_EXERCISE_
With both ends included, transcribe exactly the records below from their first line to the line that contains "from handoff.words import number".

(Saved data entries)
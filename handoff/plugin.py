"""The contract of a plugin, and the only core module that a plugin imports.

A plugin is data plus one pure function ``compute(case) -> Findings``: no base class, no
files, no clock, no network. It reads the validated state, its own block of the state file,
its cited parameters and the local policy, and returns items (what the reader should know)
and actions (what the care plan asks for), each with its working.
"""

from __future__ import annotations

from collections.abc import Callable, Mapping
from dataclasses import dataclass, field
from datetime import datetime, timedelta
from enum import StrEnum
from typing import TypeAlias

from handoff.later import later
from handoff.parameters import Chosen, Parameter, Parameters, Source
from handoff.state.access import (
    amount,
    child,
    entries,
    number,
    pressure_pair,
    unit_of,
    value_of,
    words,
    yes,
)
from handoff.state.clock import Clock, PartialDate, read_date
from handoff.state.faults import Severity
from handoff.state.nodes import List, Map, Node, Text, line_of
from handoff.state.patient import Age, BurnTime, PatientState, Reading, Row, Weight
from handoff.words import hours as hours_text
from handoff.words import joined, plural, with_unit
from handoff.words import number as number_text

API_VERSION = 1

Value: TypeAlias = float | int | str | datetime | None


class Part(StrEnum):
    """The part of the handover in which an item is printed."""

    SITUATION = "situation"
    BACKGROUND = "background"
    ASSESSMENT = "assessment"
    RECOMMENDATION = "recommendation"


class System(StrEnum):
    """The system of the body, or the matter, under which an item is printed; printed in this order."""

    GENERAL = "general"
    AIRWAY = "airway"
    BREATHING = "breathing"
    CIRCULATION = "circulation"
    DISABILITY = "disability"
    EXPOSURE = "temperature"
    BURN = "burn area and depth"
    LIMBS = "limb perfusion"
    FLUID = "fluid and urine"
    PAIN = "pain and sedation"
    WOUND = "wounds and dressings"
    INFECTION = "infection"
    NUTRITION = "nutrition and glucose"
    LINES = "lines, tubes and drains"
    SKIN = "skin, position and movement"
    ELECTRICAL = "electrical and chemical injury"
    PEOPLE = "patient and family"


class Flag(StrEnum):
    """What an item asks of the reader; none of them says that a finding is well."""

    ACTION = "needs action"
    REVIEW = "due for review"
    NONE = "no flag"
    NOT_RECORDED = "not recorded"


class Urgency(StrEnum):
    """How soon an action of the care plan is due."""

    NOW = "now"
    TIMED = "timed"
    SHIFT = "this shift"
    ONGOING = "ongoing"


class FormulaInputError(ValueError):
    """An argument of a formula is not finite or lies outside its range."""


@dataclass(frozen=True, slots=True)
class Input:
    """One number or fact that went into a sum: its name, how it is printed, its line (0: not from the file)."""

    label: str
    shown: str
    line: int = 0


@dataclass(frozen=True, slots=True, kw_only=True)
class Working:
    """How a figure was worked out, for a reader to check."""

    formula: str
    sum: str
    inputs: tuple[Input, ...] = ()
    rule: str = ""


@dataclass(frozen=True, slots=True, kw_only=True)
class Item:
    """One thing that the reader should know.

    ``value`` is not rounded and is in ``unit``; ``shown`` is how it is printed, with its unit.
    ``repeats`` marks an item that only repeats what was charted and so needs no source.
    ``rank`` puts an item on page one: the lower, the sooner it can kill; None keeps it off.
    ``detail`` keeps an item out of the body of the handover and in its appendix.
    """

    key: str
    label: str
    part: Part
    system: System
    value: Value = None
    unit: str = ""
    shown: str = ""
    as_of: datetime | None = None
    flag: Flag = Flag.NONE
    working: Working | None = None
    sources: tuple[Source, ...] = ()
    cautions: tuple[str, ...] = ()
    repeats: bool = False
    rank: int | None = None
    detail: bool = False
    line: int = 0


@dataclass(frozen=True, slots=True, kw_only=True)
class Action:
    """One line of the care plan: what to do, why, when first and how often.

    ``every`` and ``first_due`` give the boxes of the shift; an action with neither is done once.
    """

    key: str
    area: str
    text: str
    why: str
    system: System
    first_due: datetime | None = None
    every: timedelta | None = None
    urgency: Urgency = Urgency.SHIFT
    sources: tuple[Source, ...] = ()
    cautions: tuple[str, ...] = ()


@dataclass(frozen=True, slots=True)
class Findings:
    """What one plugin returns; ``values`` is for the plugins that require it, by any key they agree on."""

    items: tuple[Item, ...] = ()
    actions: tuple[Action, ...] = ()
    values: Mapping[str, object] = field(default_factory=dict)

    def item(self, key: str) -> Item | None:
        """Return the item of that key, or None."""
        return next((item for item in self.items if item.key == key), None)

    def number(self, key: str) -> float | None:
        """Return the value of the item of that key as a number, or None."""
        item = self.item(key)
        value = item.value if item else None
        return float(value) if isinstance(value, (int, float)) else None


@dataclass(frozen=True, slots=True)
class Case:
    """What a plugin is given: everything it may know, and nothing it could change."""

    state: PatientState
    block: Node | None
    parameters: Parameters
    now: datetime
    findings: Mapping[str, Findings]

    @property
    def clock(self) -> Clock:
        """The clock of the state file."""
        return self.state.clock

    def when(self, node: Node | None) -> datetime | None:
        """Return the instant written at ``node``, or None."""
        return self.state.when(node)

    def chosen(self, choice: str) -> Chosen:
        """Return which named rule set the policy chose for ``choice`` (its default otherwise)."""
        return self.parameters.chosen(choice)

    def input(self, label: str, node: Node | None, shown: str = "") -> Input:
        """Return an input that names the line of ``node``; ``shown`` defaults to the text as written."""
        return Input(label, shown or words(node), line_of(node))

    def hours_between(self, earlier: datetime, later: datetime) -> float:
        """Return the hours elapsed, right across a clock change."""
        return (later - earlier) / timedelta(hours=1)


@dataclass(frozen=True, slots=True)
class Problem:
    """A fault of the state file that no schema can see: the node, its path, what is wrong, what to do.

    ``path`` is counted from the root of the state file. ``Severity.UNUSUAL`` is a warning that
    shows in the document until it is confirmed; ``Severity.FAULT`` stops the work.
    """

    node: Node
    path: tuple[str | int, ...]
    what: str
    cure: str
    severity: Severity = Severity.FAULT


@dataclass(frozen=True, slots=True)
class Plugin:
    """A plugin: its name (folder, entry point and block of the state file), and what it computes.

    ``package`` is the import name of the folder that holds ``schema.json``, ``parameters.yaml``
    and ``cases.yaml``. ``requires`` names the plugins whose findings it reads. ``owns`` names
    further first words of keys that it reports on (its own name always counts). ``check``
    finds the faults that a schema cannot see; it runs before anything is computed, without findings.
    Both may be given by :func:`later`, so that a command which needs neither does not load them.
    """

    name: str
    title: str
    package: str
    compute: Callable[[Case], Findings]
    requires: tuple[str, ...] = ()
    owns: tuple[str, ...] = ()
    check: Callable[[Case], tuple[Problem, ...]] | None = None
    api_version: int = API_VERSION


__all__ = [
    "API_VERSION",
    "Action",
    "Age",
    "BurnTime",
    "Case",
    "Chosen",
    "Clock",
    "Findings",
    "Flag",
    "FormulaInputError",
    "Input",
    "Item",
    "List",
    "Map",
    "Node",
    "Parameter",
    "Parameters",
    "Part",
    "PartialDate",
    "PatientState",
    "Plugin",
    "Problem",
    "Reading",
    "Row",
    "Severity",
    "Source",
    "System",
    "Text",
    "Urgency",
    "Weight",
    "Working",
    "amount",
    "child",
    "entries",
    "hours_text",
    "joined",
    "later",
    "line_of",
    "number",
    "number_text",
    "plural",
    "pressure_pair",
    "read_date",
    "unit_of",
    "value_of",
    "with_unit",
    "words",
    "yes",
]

_RESPONSE FOR THIS EXERCISE_
filename handoff/plugin.py
"""The contract of a plugin, and the only core module that a plugin imports.

A plugin is data plus one pure function ``compute(case) -> Findings``: no base class, no
files, no clock, no network. It reads the validated state, its own block of the state file,
its cited parameters and the local policy, and returns items (what the reader should know)
and actions (what the care plan asks for), each with its working.
"""

from __future__ import annotations

from collections.abc import Callable, Mapping
from dataclasses import dataclass, field
from datetime import datetime, timedelta
from enum import StrEnum
from typing import TypeAlias

from handoff.later import later
from handoff.parameters import Chosen, Parameter, Parameters, Source
from handoff.state.access import (
    amount,
    child,
    entries,
    number,
    pressure_pair,
    unit_of,
    value_of,
    words,
    yes,
)
from handoff.state.clock import Clock, PartialDate, read_date
from handoff.state.faults import Severity
from handoff.state.nodes import List, Map, Node, Text, line_of
from handoff.state.patient import Age, BurnTime, PatientState, Reading, Row, Weight
from handoff.words import hours as hours_text
from handoff.words import joined, plural, with_unit
from handoff.words import number as number_text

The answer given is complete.